Arwen’s budding non-profit, The Holistic Homestead, is all about increasing health literacy by sharing the joy of healing with simple medicines, remembering how our not-so-distant ancestors lived in harmony with the environment and had all the food and medicines they needed, and bringing more self-sufficiency to the community.
Arwen stopped in front of a tall, small-leafed plant that had yellow flowers and smelled like summer. Right now the yellow sweet clover lines most roadsides, dispensing its fresh-cut grass aroma everywhere. Yellow sweet clover relieves insomnia, stress, headaches, and depression, according to Arwen.

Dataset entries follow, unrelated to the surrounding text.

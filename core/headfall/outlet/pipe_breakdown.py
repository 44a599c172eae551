"""Where the head of a pipe run goes, section by section, typical coefficients."""

from __future__ import annotations

from dataclasses import dataclass

import numpy as np

from headfall.outlet.friction import blended_factor, plain_share
from headfall.outlet.outlet import FREE, TYPICAL, Conditions
from headfall.outlet.pipe import PipeOutlet
from headfall.outlet.pipe_sections import NamedLoss, PipeSection, change_of_bore


@dataclass(frozen=True, slots=True)
class SectionBreakdown:
    """One section at one velocity [m/s]: Reynolds number [-], friction factor [-] and losses on its own velocity [-].

    ``turbulent_share`` [-] is 1 in turbulent flow, 0 in laminar; ``change`` is the loss to the next section's bore on
    this section's velocity, nil for the last.
    """

    section: PipeSection
    velocity: float
    reynolds: float
    friction_factor: float
    turbulent_share: float
    losses: tuple[NamedLoss, ...]
    change: float

    @property
    def friction(self) -> float:
        """f·L/d [-]."""
        return self.friction_factor * self.section.length / self.section.bore

    @property
    def loss(self) -> float:
        """ΣK, K1/Re counted in [-]."""
        laminar = sum(one.count * one.laminar for one in self.losses)
        return sum(one.count * one.typical for one in self.losses) + laminar / self.reynolds


@dataclass(frozen=True, slots=True)
class PipeBreakdown:
    """A run at one level: ``head`` [m], ``flow`` [m³/s] of one of the alike runs, and the sections.

    ``kinetic`` [-] is α of a free end or the exit loss of a drowned one, on the last section's velocity.
    """

    head: float
    flow: float
    drowned: bool
    kinetic: float
    sections: tuple[SectionBreakdown, ...]


def breakdown(pipe: PipeOutlet, level: float, conditions: Conditions = FREE) -> PipeBreakdown | None:
    """Return where the head goes at a level [m]; None where nothing flows out."""
    rows = pipe.coefficients[:, [TYPICAL]]
    flow = float(pipe.flow(np.array([level]), rows, 1.0, conditions)[0]) / pipe.count
    if flow <= 0:
        return None
    found = []
    for index, section in enumerate(pipe.sections):
        velocity = flow / section.area
        reynolds = velocity * section.bore / pipe.viscosity if pipe.viscosity > 0 else 1e12
        share = float(np.asarray(plain_share(np.array([reynolds]), 0.0)).reshape(-1)[0])
        factor = section.friction_factor
        if factor is None:
            rough = section.roughness[TYPICAL] / section.bore
            plain: float | np.ndarray = share if share in (0.0, 1.0) else np.array([share])
            factor = float(np.asarray(blended_factor(np.array([reynolds]), rough, plain)).reshape(-1)[0])
        losses = section.losses if index else (_entry(pipe), *section.losses)
        found.append(SectionBreakdown(section, velocity, reynolds, factor, share, losses, _change(pipe, index)))
    drowned = float(np.max(conditions.tailwater)) > pipe.discharge_elevation
    kinetic = 1.0 if drowned or pipe.has_fixed_friction else 2.0 - found[-1].turbulent_share
    return PipeBreakdown(pipe.head(level, conditions), flow, drowned, kinetic, tuple(found))


def _entry(pipe: PipeOutlet) -> NamedLoss:
    """The entry as it counts, a blocked part of it included."""
    typical = float(pipe.coefficients[0, TYPICAL])
    return NamedLoss(pipe.entry.name, typical, typical, typical, pipe.entry.laminar, 1, pipe.entry.source)


def _change(pipe: PipeOutlet, index: int) -> float:
    if index + 1 == len(pipe.sections):
        return 0.0
    here, following = pipe.sections[index], pipe.sections[index + 1]
    loss, on_next = change_of_bore(here.bore, following.bore)
    return loss * (here.bore / following.bore) ** 4 if on_next else loss
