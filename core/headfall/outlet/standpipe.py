"""Standpipes: an upright pipe whose rim is a weir at first, then an orifice, and last runs full."""

from __future__ import annotations

from dataclasses import dataclass
from functools import cached_property

import numpy as np

from headfall.outlet.outlet import FREE, TYPICAL, Array, Conditions, DoubtfulSpan
from headfall.outlet.pipe import PipeOutlet

RIM = (1.5, 1.7, 1.85)
"""Q = C_w·π·D·H^1.5 of a rim, lowest, typical, highest [m^0.5/s]; source ``practice_standpipe``."""
ORIFICE = (0.57, 0.60, 0.62)
"""Discharge coefficient of the drowned rim, lowest, typical, highest [-]; source ``practice_standpipe``."""
CHANGING = (0.2, 0.6)
"""Heads over the diameter between which control changes, and flow is uneven."""
_BISECTIONS = 60


@dataclass(frozen=True)
class Standpipe:
    """One or more alike standpipes of ``diameter`` [m], rim at ``crest`` [m].

    The flow is the smallest of three (source ``practice_standpipe``): weir over the rim, C_w·π·D·H^1.5, or with a
    coefficient of one's own (2/3)·C·√(2g)·π·D·H^1.5; orifice, C_d·a·√(2gH); and, where ``line`` is given, the pipe
    behind running full. The rim stands in the headspace: its pressure does not drive the flow over it.
    """

    name: str
    role: str
    diameter: float
    crest: float
    gravity: float
    line: PipeOutlet | None = None
    given: tuple[float, float, float] | None = None
    blocked: float = 0.0
    count: int = 1

    @property
    def coefficient_source(self) -> str:
        """Key of the list of sources."""
        return "practice_standpipe" if self.given is None else "own_coefficient"

    @cached_property
    def coefficients(self) -> Array:
        """Weir coefficient C of (2/3)·C·√(2g), orifice coefficient, then those of the line: shape (2 + …, 3)."""
        rim = self.given or tuple(1.5 * value / np.sqrt(2 * self.gravity) for value in RIM)
        rows = np.array([rim, ORIFICE])
        return rows if self.line is None else np.vstack([rows, self.line.coefficients])

    @property
    def area(self) -> float:
        """Area of the bore [m²], of all together."""
        return float(self.count * np.pi / 4 * self.diameter**2)

    @property
    def size(self) -> float | None:
        """The diameter [m], which sizing changes."""
        return self.diameter

    @property
    def elevation(self) -> float:
        """The rim [m]."""
        return self.crest

    @property
    def lower_edge(self) -> float:
        """The rim [m]."""
        return self.crest

    @property
    def upper_edge(self) -> float:
        """The rim [m]."""
        return self.crest

    @property
    def drains_to_its_edge(self) -> bool:
        """Whether the level comes down to the rim in finite time: it does not."""
        return False

    @property
    def fades_out(self) -> bool:
        """Whether the flow falls off in proportion to a small head: it falls off faster still."""
        return False

    def head(self, level: float, conditions: Conditions = FREE) -> float:
        """Return the head [m] over the rim; never negative."""
        return max(level - self.crest, 0.0)

    def flow(
        self, level: Array, coefficients: Array, scale: Array | float = 1.0, conditions: Conditions = FREE
    ) -> Array:
        """Return the outflow [m³/s] at each level [m]; nothing comes back before a tailwater stands over the rim."""
        head = np.maximum(np.asarray(level) - self.crest, 0.0)
        smallest = np.minimum(self._rim(head, coefficients, scale), self._orifice(head, coefficients, scale))
        if self.line is not None:
            full = np.maximum(self.line.flow(level, coefficients[2:], scale, conditions), 0.0)
            smallest = np.minimum(smallest, (1 - self.blocked) * self.count * full)
        elif conditions is not FREE:
            over = np.maximum(np.asarray(conditions.tailwater) - self.crest, 0.0)
            difference = head - over
            drowned = np.sign(difference) * self._orifice(np.abs(difference), coefficients, scale)
            smallest = np.where(over > 0, np.minimum(smallest, drowned), smallest)
        return np.asarray(smallest, dtype=float)

    def _rim(self, head: Array, coefficients: Array, scale: Array | float) -> Array:
        unit = 2 / 3 * np.sqrt(2 * self.gravity) * np.pi * self.diameter * self.count * (1 - self.blocked)
        return np.asarray(unit * np.asarray(coefficients[0]) * scale * head * np.sqrt(head))

    def _orifice(self, head: Array, coefficients: Array, scale: Array | float) -> Array:
        unit = np.sqrt(2 * self.gravity) * self.area * (1 - self.blocked)
        return np.asarray(unit * np.asarray(coefficients[1]) * np.square(scale) * np.sqrt(head))

    def control(self, level: float, conditions: Conditions = FREE) -> str:
        """Return what sets the typical flow at a level [m]: ``weir``, ``orifice`` or ``pipe``."""
        used, head = self.coefficients[:, TYPICAL], np.array(self.head(level))
        flows = {"weir": float(self._rim(head, used, 1.0)), "orifice": float(self._orifice(head, used, 1.0))}
        if self.line is not None:
            full = float(self.line.flow(np.array(level), used[2:], 1.0, conditions))
            flows["pipe"] = (1 - self.blocked) * self.count * max(full, 0.0)
        return min(flows, key=lambda kind: flows[kind])

    def edges(
        self, scale: float = 1.0, coefficients: Array | None = None, conditions: Conditions = FREE
    ) -> tuple[float, ...]:
        """Return the rim and the levels [m] at which control changes."""
        used = self.coefficients[:, TYPICAL] if coefficients is None else coefficients
        # Weir and orifice pass alike at H = (3/8)·(C_d/C)·D.
        levels = {self.crest, self.crest + 0.375 * float(used[1] / used[0]) * self.diameter * scale}
        if self.line is not None:
            changed = self._full_from(scale, used, conditions)
            levels |= set() if changed is None else {changed}
        return tuple(sorted(levels))

    def _full_from(self, scale: float, used: Array, conditions: Conditions) -> float | None:
        """The level from which the line runs full; None where it never does within a hundred diameters."""

        def excess(level: float) -> float:
            here, head = np.array(level), np.array(max(level - self.crest, 0.0))
            assert self.line is not None
            full = self.line.flow(here, used[2:], scale, conditions) * self.count * (1 - self.blocked)
            return float(np.minimum(self._rim(head, used, scale), self._orifice(head, used, scale)) - full)

        low, high = self.crest, self.crest + 100 * self.diameter * scale
        if excess(high) <= 0:
            return None
        for _ in range(_BISECTIONS):
            middle = 0.5 * (low + high)
            low, high = (low, middle) if excess(middle) > 0 else (middle, high)
        return high

    def onset(self, flow: Array, coefficients: Array, scale: Array | float = 1.0) -> Array:
        """Return how far above the rim [m] the standpipe itself passes a small ``flow`` [m³/s]."""
        unit = np.maximum(self._rim(np.ones(np.shape(flow)), coefficients, scale), 1e-300)
        return np.asarray(np.cbrt(np.asarray(flow) / unit) ** 2)

    def discharge_coefficients(self, level: float, conditions: Conditions = FREE) -> tuple[float, float, float]:
        """Return lowest, typical and highest C of the rim as a weir, (2/3)·C·√(2g)·π·D·H^1.5."""
        low, typical, high = (float(value) for value in self.coefficients[0])
        return low, typical, high

    def doubtful(self, coefficients: Array, conditions: Conditions = FREE) -> tuple[DoubtfulSpan, ...]:
        """Return the levels at which control changes from weir to orifice, and the flow is uneven."""
        low, high = (self.crest + part * self.diameter for part in CHANGING)
        return (DoubtfulSpan(low, high, "changing_control"),)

All thistles are good for the liver, she says, especially musk thistle, which is on the noxious weed list. Mullein tea relieves cough symptoms and is “nature’s toilet paper,” she added. “If the mullein flowers are mixed with oil and garlic, it will soothe earaches. Dried mullein makes a convenient torch and smoking mullein leaves can help one stop smoking.”
The group returned to Wild Bear for lunch, which included rice pudding with dandelion syrup, dandelion salad with nettle dressing, and hummus spiced with Nettle Me seasoning.
Emptying their bags, they began concocting their own balms and oils and smudge sticks, using what they had gathered at Mud Lake. Achy Joints was the favorite medicinal rub and is one of Arwen’s bestsellers.
Babz Cauchon of San Diego said the wild weeds tour was exactly what she had hoped it would be. “I feel like we came here just for this cosmic event. It is serendipity.”